• [Data to examine]:
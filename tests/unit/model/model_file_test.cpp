// SPDX-License-Identifier: GPL-2.0-or-later
#include "model/model_file.h"

#include <gtest/gtest.h>

#include <cmath>
#include <fstream>
#include <string>

#include "base/error.h"
#include "model/bundled_models.h"
#include "support/temporary_folder.h"

namespace foreglow {
namespace {

bool has(const std::string& message, const std::string& part) {
    return message.find(part) != std::string::npos;
}

constexpr const char* head = "reference_frequency = \"408 MHz\"\n";
constexpr const char* intensity = "[intensity]\nmap = \"survey.fits\"\n";
constexpr const char* index_value = "[index]\nvalue = -2.9\n";

class ModelFile : public ::testing::Test {
  protected:
    void SetUp() override {
        for (const char* name : {"survey.fits", "index.fits", "angle.fits"})
            std::ofstream(folder_ / name) << "x";
    }

    ModelSpec make(const std::string& text) const { return make_model(text, folder_ / "m.toml", "m"); }
    std::string message_of(const std::string& text) const {
        try {
            (void)make(text);
        } catch (const InputError& error) {
            const std::string message = error.what();
            const std::string file = (folder_ / "m.toml").string();
            return message.substr(0, file.size()) == file ? "m.toml" + message.substr(file.size()) : message;
        }
        return "";
    }
    testing::TemporaryFolder folder_;
};

TEST_F(ModelFile, ReadsEveryKeyOfIntensityIndexAndCurvature) {
    const ModelSpec model = make(R"(title = "T"
reference_frequency = "408 MHz"
[intensity]
map = "survey.fits"
column = "TEMPERATURE"
hdu = 2
ordering = "nested"
unit = "mK_RJ"
frame = "icrs"
beam_fwhm = "56 arcmin"
zero_level = "8.9 K_RJ"
[index]
map = "index.fits"
column = 2
frame = "galactic"
frequency = "1 GHz"
[curvature]
value = -0.04
)");
    EXPECT_EQ(model.title, "T");
    EXPECT_EQ(model.name, "m");
    EXPECT_EQ(model.reference_frequency.hz(), 408e6);
    const MapSource& map = model.intensity->map;
    EXPECT_EQ(map.path, folder_ / "survey.fits");
    EXPECT_EQ(map.place, (folder_ / "m.toml").string() + ":4:7");
    EXPECT_EQ(map.section, "intensity");
    EXPECT_EQ(std::get<std::string>(map.columns.at(0)), "TEMPERATURE");
    EXPECT_EQ(map.hdu, 2);
    EXPECT_EQ(map.ordering, Ordering::Nested);
    EXPECT_EQ(map.frame, Frame::Icrs);
    EXPECT_EQ(map.unit->scale, 1e-3);
    EXPECT_DOUBLE_EQ(model.intensity->beam_fwhm->arcmin(), 56);
    EXPECT_EQ(model.intensity->zero_level->value, 8.9);
    const auto& index = std::get<MapSource>(model.index.value);
    EXPECT_EQ(index.path, folder_ / "index.fits");
    EXPECT_EQ(std::get<int>(index.columns.at(0)), 2);
    EXPECT_EQ(model.index.frequency->hz(), 1e9);
    EXPECT_EQ(std::get<double>(model.curvature), -0.04);
    EXPECT_TRUE(model.warnings.empty());
}

TEST_F(ModelFile, TurnsBetweenIntoTheGeometricMean) {
    const ModelSpec model =
        make(std::string(head) + intensity + "[index]\nvalue = -2.9\nbetween = [\"1 GHz\", \"4 GHz\"]\n");
    EXPECT_DOUBLE_EQ(model.index.frequency->hz(), 2e9);
    EXPECT_TRUE(has(
        message_of(std::string(head) + intensity + "[index]\nvalue = -2.9\nbetween = [\"1 GHz\", \"4\"]\n"),
        "m.toml:6:21: 'between' in [index] has no unit"));
    for (const char* between : {"\"1 GHz\"", "[\"1 GHz\"]", "[1, 2]", "[\"1 GHz\", \"1 GHz\"]"})
        EXPECT_TRUE(has(
            message_of(std::string(head) + intensity + "[index]\nvalue = -2.9\nbetween = " + between + "\n"),
            "m.toml:6:"))
            << between;
}

TEST_F(ModelFile, ReadsPolarizationFromAMapAndSharesTheFilesKeys) {
    const ModelSpec model = make(std::string(head) + R"([intensity]
map = "survey.fits"
unit = "K_RJ"
frame = "galactic"
[polarization]
map = "survey.fits"
columns = [2, "U"]
reference_frequency = "22.8 GHz"
beam_fwhm = "60 arcmin"
polarization_convention = "IAU"
index = -3.1
[index]
value = -2.9
)");
    const PolarizationSpec& polarization = *model.polarization;
    EXPECT_EQ(std::get<int>(polarization.map->columns.at(0)), 2);
    EXPECT_EQ(std::get<std::string>(polarization.map->columns.at(1)), "U");
    EXPECT_EQ(polarization.reference_frequency->hz(), 22.8e9);
    EXPECT_EQ(polarization.map->convention, PolarizationConvention::Iau);
    EXPECT_EQ(polarization.map->frame, Frame::Galactic);  // of the same file, said once
    EXPECT_EQ(polarization.map->unit, BrightnessUnit{});
    EXPECT_EQ(std::get<double>(*polarization.index), -3.1);
}

TEST_F(ModelFile, ReadsPolarizationFromFractionAndAngle) {
    const ModelSpec model = make(std::string(head) + intensity + index_value + R"([polarization]
fraction = 0.2
angle_map = "angle.fits"
frame = "ecliptic"
polarization_convention = "COSMO"
index_map = { map = "index.fits", column = 3, frame = "galactic" }
)");
    const PolarizationSpec& polarization = *model.polarization;
    EXPECT_FALSE(polarization.map.has_value());
    EXPECT_EQ(std::get<double>(*polarization.fraction), 0.2);
    EXPECT_EQ(polarization.angle_map->path, folder_ / "angle.fits");
    EXPECT_EQ(polarization.angle_map->frame, Frame::Ecliptic);
    EXPECT_EQ(polarization.angle_map->convention, PolarizationConvention::Cosmo);
    const auto& index = std::get<MapSource>(*polarization.index);
    EXPECT_EQ(std::get<int>(index.columns.at(0)), 3);
    EXPECT_EQ(index.frame, Frame::Galactic);
}

TEST_F(ModelFile, RefusesWrongKeysAtTheirPlace) {
    const std::string start = std::string(head) + index_value + intensity;  // the next line is line 6
    for (const char* line :
         {"column = 0", "column = 1.5", "column = \"\"", "hdu = 0", "ordering = \"up\"", "unit = \"K\"",
          "frame = \"galaktic\"", "beam_fwhm = \"0 deg\"", "zero_level = \"8.9\"", "zero_level = 8.9",
          "colum = 1", "columns = [1, 2]", "[curvature]\nvalue = 5", "[curvature]", "[polarization]",
          "[curvature]\nmap = \"none.fits\"", "[polarization]\nfraction = 1.5", "[polarisation]"}) {
        const std::string message = message_of(start + line + "\n");
        EXPECT_TRUE(has(message, "m.toml:6:") || has(message, "m.toml:7:")) << line << " -> " << message;
        EXPECT_EQ(message.find('\n'), std::string::npos) << line;
    }
    EXPECT_TRUE(has(message_of(start + "[polarisation]\nmap = \"x\"\n"), "did you mean 'polarization'?"));
}

TEST_F(ModelFile, RefusesKeysThatContradictEachOther) {
    const std::string start = std::string(head) + intensity;
    EXPECT_TRUE(
        has(message_of(start + "[index]\nvalue = -3\nmap = \"index.fits\"\n"), "contradicts 'value'"));
    EXPECT_TRUE(has(
        message_of(start + "[index]\nvalue = -3\nfrequency = \"1 GHz\"\nbetween = [\"1 GHz\", \"2 GHz\"]\n"),
        "contradicts 'frequency'"));
    EXPECT_TRUE(has(message_of(start + index_value + "[sketch]\n"), "contradicts [sketch]"));
    EXPECT_TRUE(has(message_of(start + "[index]\nvalue = -3\ncolumn = 2\n"), "no 'map'"));
    const std::string polarized = start + index_value + "[polarization]\n";
    EXPECT_TRUE(has(message_of(polarized + "map = \"survey.fits\"\nfraction = 0.2\n"), "contradicts 'map'"));
    EXPECT_TRUE(has(message_of(polarized + "map = \"survey.fits\"\nangle_map = \"angle.fits\"\n"),
                    "contradicts 'map'"));
    EXPECT_TRUE(has(message_of(polarized + "map = \"survey.fits\"\ncolumn = 2\n"), "'columns'"));
    EXPECT_TRUE(has(message_of(polarized + "map = \"survey.fits\"\ncolumns = [2, 2]\n"), "same column"));
    EXPECT_TRUE(has(message_of(polarized + "map = \"survey.fits\"\ncolumns = [2, 3, 4]\n"), "an array of 3"));
    EXPECT_TRUE(has(message_of(polarized + "map = \"survey.fits\"\nindex = -3\nindex_map = \"index.fits\"\n"),
                    "contradicts 'index'"));
    EXPECT_TRUE(has(message_of(polarized + "fraction = 0.2\n"), "'angle_map' is missing"));
    EXPECT_TRUE(has(message_of(polarized + "angle_map = \"angle.fits\"\n"), "'fraction' is missing"));
    EXPECT_TRUE(has(message_of(polarized + "fraction = 0.2\nangle_map = \"angle.fits\"\nunit = \"K_RJ\"\n"),
                    "'unit'"));
}

TEST_F(ModelFile, AsksForWhatIsMissing) {
    EXPECT_TRUE(has(message_of(std::string(intensity) + index_value),
                    "m.toml:1:1: 'reference_frequency' is missing"));
    EXPECT_TRUE(has(message_of(std::string(head) + index_value), "[intensity] is missing"));
    EXPECT_TRUE(has(message_of(std::string(head) + intensity), "[index] is missing"));
    EXPECT_TRUE(
        has(message_of(std::string(head) + "[intensity]\n" + index_value), "m.toml:2:1: 'map' is missing"));
    EXPECT_TRUE(has(message_of(std::string(head) + intensity + "[index]\n"), "neither 'value' nor 'map'"));
    const std::string no_file =
        message_of(std::string(head) + "[intensity]\nmap = \"none.fits\"\n" + index_value);
    EXPECT_TRUE(
        has(no_file, "m.toml:3:7: 'map' in [intensity] names the file 'none.fits', which does not exist"))
        << no_file;
    EXPECT_TRUE(has(message_of(std::string(head) + "[intensity]\nmap = \".\"\n" + index_value), "a folder"));
    EXPECT_TRUE(
        has(message_of(std::string(head) + "[intensity]\nmap = \"\"\n" + index_value), "does not exist"));
}

TEST_F(ModelFile, RefusesWhatIsNotThereYetByName) {
    const std::string start = std::string(head) + intensity;
    for (const char* later : {"faraday"}) {
        const std::string message = message_of(start + index_value + "[" + later + "]\n");
        EXPECT_TRUE(has(message, std::string("'") + later + "' is not there yet")) << message;
    }
}

TEST_F(ModelFile, ReadsElectrons) {
    const ModelSpec model =
        make(std::string(head) + intensity +
             "[index]\nvalue = -2.8\nbetween = [\"23 GHz\", \"408 MHz\"]\n[electrons]\nfield = \"0.4 "
             "nT\"\ngeometry = \"tangled\"\nbreak_energy = \"800 MeV\"\nbreak_step = 0.7\n"
             "cutoff_energy = \"2 TeV\"\ncutoff = \"sharp\"\naging = \"fixed-pitch\"\nage = \"0.05 "
             "Gyr\"\nredshift = 0.3\n");
    ASSERT_TRUE(model.electrons.has_value());
    const ElectronLaw& law = model.electrons->law;
    EXPECT_NEAR(law.field_uG, 4, 1e-14);  // 1 nT is 10 uG
    EXPECT_EQ(law.geometry, FieldGeometry::Tangled);
    EXPECT_NEAR(law.energy_break->energy_GeV, 0.8, 1e-15);
    EXPECT_EQ(law.energy_break->step, 0.7);
    EXPECT_EQ(law.cutoff->energy_GeV, 2000);
    EXPECT_EQ(law.cutoff->shape, CutoffShape::Sharp);
    EXPECT_NEAR(std::get<FixedPitchAging>(law.aging).age_Myr, 50, 1e-13);
    EXPECT_EQ(law.redshift, 0.3);
    EXPECT_EQ(model.index.between->first.hz(), 408e6);
}

TEST_F(ModelFile, RefusesElectronsThatContradictThemselvesOrTheRest) {
    const std::string start = std::string(head) + intensity + index_value;
    const std::string electrons = "[electrons]\nfield = \"5 uG\"\n";
    for (const auto& [text, words] :
         {std::pair(electrons + "[curvature]\nvalue = 0.1\n", "contradicts [electrons]"),
          {std::string("[electrons]\n"), "'field'"},
          {std::string("[electrons]\nfield = 5\n"), "field"},
          {electrons + "edge = \"sharp\"\n", "isotropized"},
          {electrons + "aging = \"isotropized\"\n", "how long"},
          {electrons + "age = \"1 Myr\"\n", "no ageing"},
          {electrons + "aging = \"isotropized\"\nage = \"1 Myr\"\nedge = \"exponential\"\ncutoff_energy = "
                       "\"1 TeV\"\n",
           "stands for the cut-off"},
          {electrons + "break_step = 1.0\n", "break_energy"},
          {electrons + "cutof = \"sharp\"\n", "did you mean"}}) {
        const std::string message = message_of(start + text);
        EXPECT_TRUE(has(message, words)) << message;
    }
}

TEST_F(ModelFile, WarnsOfAnIndexThatLooksLikeOneOfFlux) {
    // alpha = beta + 2: a flux index of -0.75 is a temperature index of -2.75.
    const ModelSpec model = make(std::string(head) + intensity + "[index]\nvalue = -0.75\n");
    ASSERT_EQ(model.warnings.size(), 1U);
    EXPECT_TRUE(has(model.warnings[0], "-2.75"));
}

TEST_F(ModelFile, ReadsSketches) {
    const ModelSpec model = make(std::string(head) + R"([sketch]
loops = false
texture = false
pole_brightness = "5000 mK_RJ"
plane_height = "6 deg"
index = -3
seed = 7
)");
    ASSERT_TRUE(model.sketch.has_value());
    EXPECT_TRUE(model.sketch->disc);
    EXPECT_FALSE(model.sketch->loops);
    EXPECT_DOUBLE_EQ(model.sketch->pole_brightness, 5.0);
    EXPECT_DOUBLE_EQ(model.sketch->plane_height.degrees(), 6);
    EXPECT_EQ(model.sketch->index, -3);
    EXPECT_EQ(model.sketch->seed, 7U);
    EXPECT_FALSE(model.intensity.has_value());
    const std::string start = std::string(head) + "[sketch]\n";
    for (const char* line : {"pole_brightness = \"5 K_CMB\"", "pole_brightness = \"-5 K_RJ\"",
                             "pole_brightness = 5", "texture_rms = -1", "polarized_fraction = 1.1",
                             "seed = -1", "plane_height = \"0 deg\"", "disk = true", "index = \"steep\""})
        EXPECT_TRUE(has(message_of(start + line + "\n"), "m.toml:3:")) << line;
    EXPECT_TRUE(has(message_of(start + "disc = false\nloops = false\n"), "no sky"));
}

TEST(BundledModels, AreAllRightAndSaySoWhenInvented) {
    ASSERT_FALSE(list_bundled_models().empty());
    for (const BundledModel& bundled : list_bundled_models()) {
        const ModelSpec model = read_bundled_model(std::string(bundled.name));
        EXPECT_EQ(model.name, bundled.name);
        EXPECT_TRUE(model.file.empty());
        EXPECT_EQ(model.source, bundled.text);
        if (model.sketch) {
            EXPECT_TRUE(has(model.title, "Invented") && has(model.title, "not a measurement"));
        }
        if (model.galaxy) {
            EXPECT_TRUE(has(model.title, "imulated") && has(model.title, "not the measured sky"));
        }
    }
    EXPECT_NE(find_bundled_model("disc-and-loops"), nullptr);
}

TEST(BundledModels, WriteOutTheDefaultsOfTheSketch) {
    const SketchSpec written = *read_bundled_model("quick-sketch").sketch;
    const SketchSpec defaults;
    EXPECT_EQ(written.pole_brightness, defaults.pole_brightness);
    EXPECT_EQ(written.plane_brightness, defaults.plane_brightness);
    EXPECT_EQ(written.plane_height, defaults.plane_height);
    EXPECT_EQ(written.texture_rms, defaults.texture_rms);
    EXPECT_EQ(written.index, defaults.index);
    EXPECT_EQ(written.index_rms, defaults.index_rms);
    EXPECT_EQ(written.curvature, defaults.curvature);
    EXPECT_EQ(written.curvature_rms, defaults.curvature_rms);
    EXPECT_EQ(written.polarized_fraction, defaults.polarized_fraction);
    EXPECT_EQ(written.seed, defaults.seed);
}

TEST(BundledModels, RefuseUnknownNamesWithTheNearest) {
    try {
        (void)read_bundled_model("disk-and-loops");
        FAIL();
    } catch (const InputError& error) {
        EXPECT_TRUE(has(error.what(), "did you mean 'disc-and-loops'?")) << error.what();
    }
}

}  // namespace
}  // namespace foreglow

• [What to produce]: Within the material above, the line with "EXPECT_EQ(model.intensity->zero_level->value, 8.9);" opens the range and the line with "index = -3.1" closes it; reproduce that range word for word.

• [Exercise answer]:
    EXPECT_EQ(model.intensity->zero_level->value, 8.9);
    const auto& index = std::get<MapSource>(model.index.value);
    EXPECT_EQ(index.path, folder_ / "index.fits");
    EXPECT_EQ(std::get<int>(index.columns.at(0)), 2);
    EXPECT_EQ(model.index.frequency->hz(), 1e9);
    EXPECT_EQ(std::get<double>(model.curvature), -0.04);
    EXPECT_TRUE(model.warnings.empty());
}

TEST_F(ModelFile, TurnsBetweenIntoTheGeometricMean) {
    const ModelSpec model =
        make(std::string(head) + intensity + "[index]\nvalue = -2.9\nbetween = [\"1 GHz\", \"4 GHz\"]\n");
    EXPECT_DOUBLE_EQ(model.index.frequency->hz(), 2e9);
    EXPECT_TRUE(has(
        message_of(std::string(head) + intensity + "[index]\nvalue = -2.9\nbetween = [\"1 GHz\", \"4\"]\n"),
        "m.toml:6:21: 'between' in [index] has no unit"));
    for (const char* between : {"\"1 GHz\"", "[\"1 GHz\"]", "[1, 2]", "[\"1 GHz\", \"1 GHz\"]"})
        EXPECT_TRUE(has(
            message_of(std::string(head) + intensity + "[index]\nvalue = -2.9\nbetween = " + between + "\n"),
            "m.toml:6:"))
            << between;
}

TEST_F(ModelFile, ReadsPolarizationFromAMapAndSharesTheFilesKeys) {
    const ModelSpec model = make(std::string(head) + R"([intensity]
map = "survey.fits"
unit = "K_RJ"
frame = "galactic"
[polarization]
map = "survey.fits"
columns = [2, "U"]
reference_frequency = "22.8 GHz"
beam_fwhm = "60 arcmin"
polarization_convention = "IAU"
index = -3.1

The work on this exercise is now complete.